To verify the expression of nif gene cluster, we conducted Real-time Quantitative PCR(qRT-PCR) to detect the transcriptional level of each nif gene in engineered E. coli, using 16S DNA as an internal reference. The result provide the relative expression level of each nif gene in our constructed E. coli strain. After comparing the result with the nif gene cluster expression in Paenibacillus polymyxa CR1, we modeled the transcription and planned to optimize the structure of nif gene cluster to achieve the best stoichiometric proportion of each nif gene. (see modeling for more details)

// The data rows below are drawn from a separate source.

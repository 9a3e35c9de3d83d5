package main

import (
	"bytes"
	"encoding/xml"
	"errors"
	"fmt"
	"io"
	"math"
	"slices"
	"strconv"
	"strings"
	"unicode"

	"ebbline/pva/casefile/sheet"
	"ebbline/reports"
)

// agreement is what the comparison of two workbooks found.
type agreement struct {
	sheets []sheetAgreement
	// looks are parts that differ though every cell agrees: charts, formats,
	// what is hidden. otherProgram names a program that saved the report since,
	// and changed all of that; looks are not compared then.
	looks        []string
	otherProgram string
}

// sheetAgreement is the cells of one sheet.
type sheetAgreement struct {
	name           string
	numbers, texts int
	different      []difference
}

// difference is one cell that is not as the run gives it.
type difference struct{ cell, reported, again string }

func (a agreement) differ() bool {
	for _, s := range a.sheets {
		if len(s.different) > 0 {
			return true
		}
	}
	return len(a.looks) > 0
}

// closeEnough is how far a number may be off: floating point differs in the last
// digits between families of processors.
const closeEnough = 1e-9

// sameNumber compares a reported number with the one run again. A whole number
// may be a count, and counts agree exactly: no count differs by so little.
func sameNumber(reported, again float64) bool {
	allowed := closeEnough * math.Max(math.Abs(reported), math.Abs(again))
	if again == math.Trunc(again) {
		allowed = math.Min(allowed, closeEnough)
	}
	// Zero stands for what cancels to nothing on one processor only.
	return math.Abs(reported-again) <= math.Max(allowed, 1e-15)
}

// compare holds every cell of a report against the report as run again.
func compare(reported, again *sheet.Workbook) (agreement, error) {
	var a agreement
	has := map[string]bool{}
	for _, name := range reported.Sheets() {
		has[name] = true
	}
	for _, name := range again.Sheets() {
		s := sheetAgreement{name: name}
		if !has[name] {
			s.different = []difference{{name, "(no such sheet)", "a sheet"}}
			a.sheets = append(a.sheets, s)
			continue
		}
		delete(has, name)
		old, err := reported.Cells(name)
		if err != nil {
			return a, err
		}
		fresh, err := again.Cells(name)
		if err != nil {
			return a, err
		}
		s.compare(old, fresh)
		a.sheets = append(a.sheets, s)
	}
	for _, name := range reported.Sheets() {
		if has[name] {
			a.sheets = append(a.sheets, sheetAgreement{name: name, different: []difference{{name, "a sheet", "(no such sheet)"}}})
		}
	}
	if p := reported.Program(); p != reports.Program {
		a.otherProgram = p
		return a, nil
	}
	return a, a.compareLooks(reported, again)
}

func (s *sheetAgreement) compare(old, fresh []sheet.Cell) {
	at := make(map[[2]int]sheet.Cell, len(old))
	for _, c := range old {
		at[[2]int{c.Row, c.Column}] = c
	}
	for _, c := range fresh {
		key := [2]int{c.Row, c.Column}
		o, ok := at[key]
		delete(at, key)
		if c.Kind == sheet.Number {
			s.numbers++
		} else if c.Text != "" {
			s.texts++
		}
		switch {
		case !ok && c.Text == "" && c.Kind == sheet.Text:
		case !ok:
			s.add(c, "(nothing)", shownCell(c))
		case !sameValue(o, c):
			s.add(c, shownCell(o), shownCell(c))
		case c.IsFormula && !o.IsFormula:
			s.add(c, "the value alone", "the formula "+c.Formula)
		case c.IsFormula && o.Formula != "" && plainFormula(o.Formula) != plainFormula(c.Formula):
			s.add(c, "the formula "+o.Formula, "the formula "+c.Formula)
		case c.Kind == sheet.Flag && plainFormula(o.Formula) == strings.ToUpper(c.Text)+"()":
		case o.IsFormula && !c.IsFormula:
			s.add(c, "the formula "+o.Formula, "the value alone")
		}
	}
	for _, c := range old { // what the report has and the run does not give
		if o, left := at[[2]int{c.Row, c.Column}]; left && (o.Kind != sheet.Text || o.Text != "") {
			s.add(o, shownCell(o), "(nothing)")
		}
	}
}

func (s *sheetAgreement) add(c sheet.Cell, reported, again string) {
	s.different = append(s.different, difference{s.name + "!" + c.Ref(), reported, again})
}

func sameValue(o, c sheet.Cell) bool {
	if c.Kind == sheet.Flag && o.Kind == sheet.Number { // as some programs save it
		return o.Num == 1 && c.Text == "true" || o.Num == 0 && c.Text == "false"
	}
	if o.Kind != c.Kind {
		return false
	}
	if c.Kind == sheet.Number {
		return sameNumber(o.Num, c.Num)
	}
	return strings.ReplaceAll(o.Text, "\r\n", "\n") == strings.ReplaceAll(c.Text, "\r\n", "\n")
}

// plainFormula is a formula without what programs write in their own ways:
// spaces, quotes around sheets, the case of names.
func plainFormula(f string) string {
	return strings.ToUpper(strings.Map(func(r rune) rune {
		if r == '\'' || unicode.IsSpace(r) {
			return -1
		}
		return r
	}, strings.ReplaceAll(f, "_xlfn.", "")))
}

func shownCell(c sheet.Cell) string {
	switch c.Kind {
	case sheet.Nothing:
		return "(a formula without its value)"
	case sheet.Text:
		return strconv.Quote(c.Text)
	case sheet.Number:
		return strconv.FormatFloat(c.Num, 'g', -1, 64)
	}
	return c.Text
}

// compareLooks holds the other parts against one another: the charts with the
// numbers in them, the formats by which numbers are shown, hidden rows. Sheets
// that have been found to differ are not mentioned again.
func (a *agreement) compareLooks(reported, again *sheet.Workbook) error {
	told := map[string]bool{}
	what := map[string]string{}
	anyCell := false
	for _, s := range a.sheets {
		part := again.SheetPart(s.name)
		told[part] = len(s.different) > 0
		anyCell = anyCell || told[part]
		what[part] = "the formats, widths or hidden parts of the sheet " + s.name
	}
	has := map[string]bool{}
	for _, name := range append(again.Parts(), reported.Parts()...) {
		if has[name] || told[name] || name == "xl/sharedStrings.xml" {
			continue // shared texts are compared as cells
		}
		has[name] = true
		o, err := reported.Part(name)
		if err != nil {
			return err
		}
		c, err := again.Part(name)
		if err != nil {
			return err
		}
		if bytes.Equal(o, c) || o != nil && c != nil && strings.HasSuffix(name, ".xml") && sameXML(o, c) {
			continue
		}
		if anyCell && !strings.HasPrefix(name, "xl/charts/") {
			continue // an edit to a cell moves texts and styles
		}
		switch {
		case what[name] != "":
			a.looks = append(a.looks, what[name])
		case strings.HasPrefix(name, "xl/charts/"):
			a.looks = append(a.looks, "the numbers or the form of a chart ("+name+")")
		default:
			a.looks = append(a.looks, "the part "+name)
		}
	}
	return nil
}

// sameXML walks two documents side by side: the same elements, and the same
// texts and attributes but for the last digits of numbers.
func sameXML(a, b []byte) bool {
	x, y := xml.NewDecoder(bytes.NewReader(a)), xml.NewDecoder(bytes.NewReader(b))
	for {
		s, err1 := x.Token()
		t, err2 := y.Token()
		if err1 != nil || err2 != nil {
			return errors.Is(err1, io.EOF) && errors.Is(err2, io.EOF)
		}
		switch u := s.(type) {
		case xml.CharData:
			v, ok := t.(xml.CharData)
			if !ok || !sameText(string(u), string(v)) {
				return false
			}
		case xml.StartElement:
			v, ok := t.(xml.StartElement)
			if !ok || !sameElement(u, v) {
				return false
			}
		default:
			if fmt.Sprintf("%T %v", s, s) != fmt.Sprintf("%T %v", t, t) {
				return false
			}
		}
	}
}

// sameElement compares what an element states of itself: the widths and heights
// of cells differ in the last digits between processors as their numbers do.
func sameElement(a, b xml.StartElement) bool {
	return a.Name == b.Name && slices.EqualFunc(a.Attr, b.Attr, func(x, y xml.Attr) bool {
		return x.Name == y.Name && sameText(x.Value, y.Value)
	})
}

func sameText(a, b string) bool {
	if a == b {
		return true
	}
	x, err1 := strconv.ParseFloat(a, 64)
	y, err2 := strconv.ParseFloat(b, 64)
	return err1 == nil && err2 == nil && sameNumber(x, y)
}

// mostNamed is how many cells of a sheet are named.
const mostNamed = 20

// text is the agreement sheet by sheet, in lines of at most 80 characters;
// brief leaves out what agrees.
func (a agreement) text(brief bool) string {
	var b strings.Builder
	total, wrong := 0, 0
	for _, s := range a.sheets {
		total += s.numbers + s.texts
		wrong += len(s.different)
		if brief && len(s.different) == 0 {
			continue
		}
		verdict := "agree"
		if n := len(s.different); n == 1 {
			verdict = "1 differs"
		} else if n > 1 {
			verdict = reports.Grouped(int64(n)) + " differ"
		}
		fmt.Fprintf(&b, "  %-20s %9s numbers %7s texts   %s\n", shortened(s.name, 20), reports.Grouped(int64(s.numbers)), reports.Grouped(int64(s.texts)), verdict)
		for i, d := range s.different {
			if i == mostNamed {
				fmt.Fprintf(&b, "    and %s more\n", reports.Grouped(int64(len(s.different)-mostNamed)))
				break
			}
			line := "    " + d.cell + ": reported " + shortened(d.reported, 60) + ", run again " + shortened(d.again, 60)
			if len([]rune(line)) > 80 {
				line = "    " + d.cell + "\n      reported   " + shortened(d.reported, 62) + "\n      run again  " + shortened(d.again, 62)
			}
			b.WriteString(line + "\n")
		}
	}
	switch {
	case a.otherProgram != "":
		fmt.Fprintf(&b, "  Charts and formats were not compared: %s has saved the report.\n", shortened(a.otherProgram, 30))
	case len(a.looks) > 0:
		b.WriteString("  Charts and formats differ:\n")
		for i, l := range a.looks {
			if i == mostNamed {
				fmt.Fprintf(&b, "    and %d more\n", len(a.looks)-mostNamed)
				break
			}
			b.WriteString("    " + shortened(l, 76) + "\n")
		}
	case !brief && wrong == 0:
		b.WriteString("  Charts and formats                                     agree\n")
	}
	switch {
	case wrong > 0:
		fmt.Fprintf(&b, "\n%s of %s cells: not what the case gives.\n", reports.Grouped(int64(wrong)), reports.Grouped(int64(total)))
	case len(a.looks) > 0:
		b.WriteString("\nEvery cell agrees, but it may be shown as something else.\n")
	case !brief:
		fmt.Fprintf(&b, "\nAll %s cells agree.\n", reports.Grouped(int64(total)))
	}
	return b.String()
}

// shortened is a text on one line of at most n characters, without what a
// terminal would act on.
func shortened(s string, n int) string {
	r := []rune(strings.Map(func(r rune) rune {
		if unicode.IsPrint(r) {
			return r
		}
		return ' '
	}, s))
	if len(r) > n {
		r = append(r[:n-3], '.', '.', '.')
	}
	return string(r)
}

Figure 7-13. Acetylene reduction assay.

Nitrogenase can not only reduce dinitrogen to ammonia, but also reduce acetylene to ethylene. Therefore, we performed acetylene reduction assay to indirectly detected its nitrogen fixation activity. First, we plugged in 2ml of engineered bacteria (OD600≈0.3) in a 20ml thermo gas injection bottle, and injected Ar gas into the bottle to remove the air as much as possible. Since the removal of air is definitely not complete, it was necessary to cultivate for 6h to exhaust the oxygen through bacterial respiration. We then took 2ml of acetylene and injected it into a gas collecting bottle after oxygen removal in culture. The culture then reacted in our device for 16h. After that, we took 1ml of the gas from the post-reaction gas collection bottle. In order not to exceed the gas chromatography’ s range, 1ml sample gas was injected into a gas-collecting bag filled with nitrogen to dilute the sample gas. Finally, we used gas chromatography to measure ethylene content in sample. Our sample has been sent for testing by the time Wiki freeze, and we anticipate to receive the result within 5 days. We hope to share our results at the Giant Jamboree.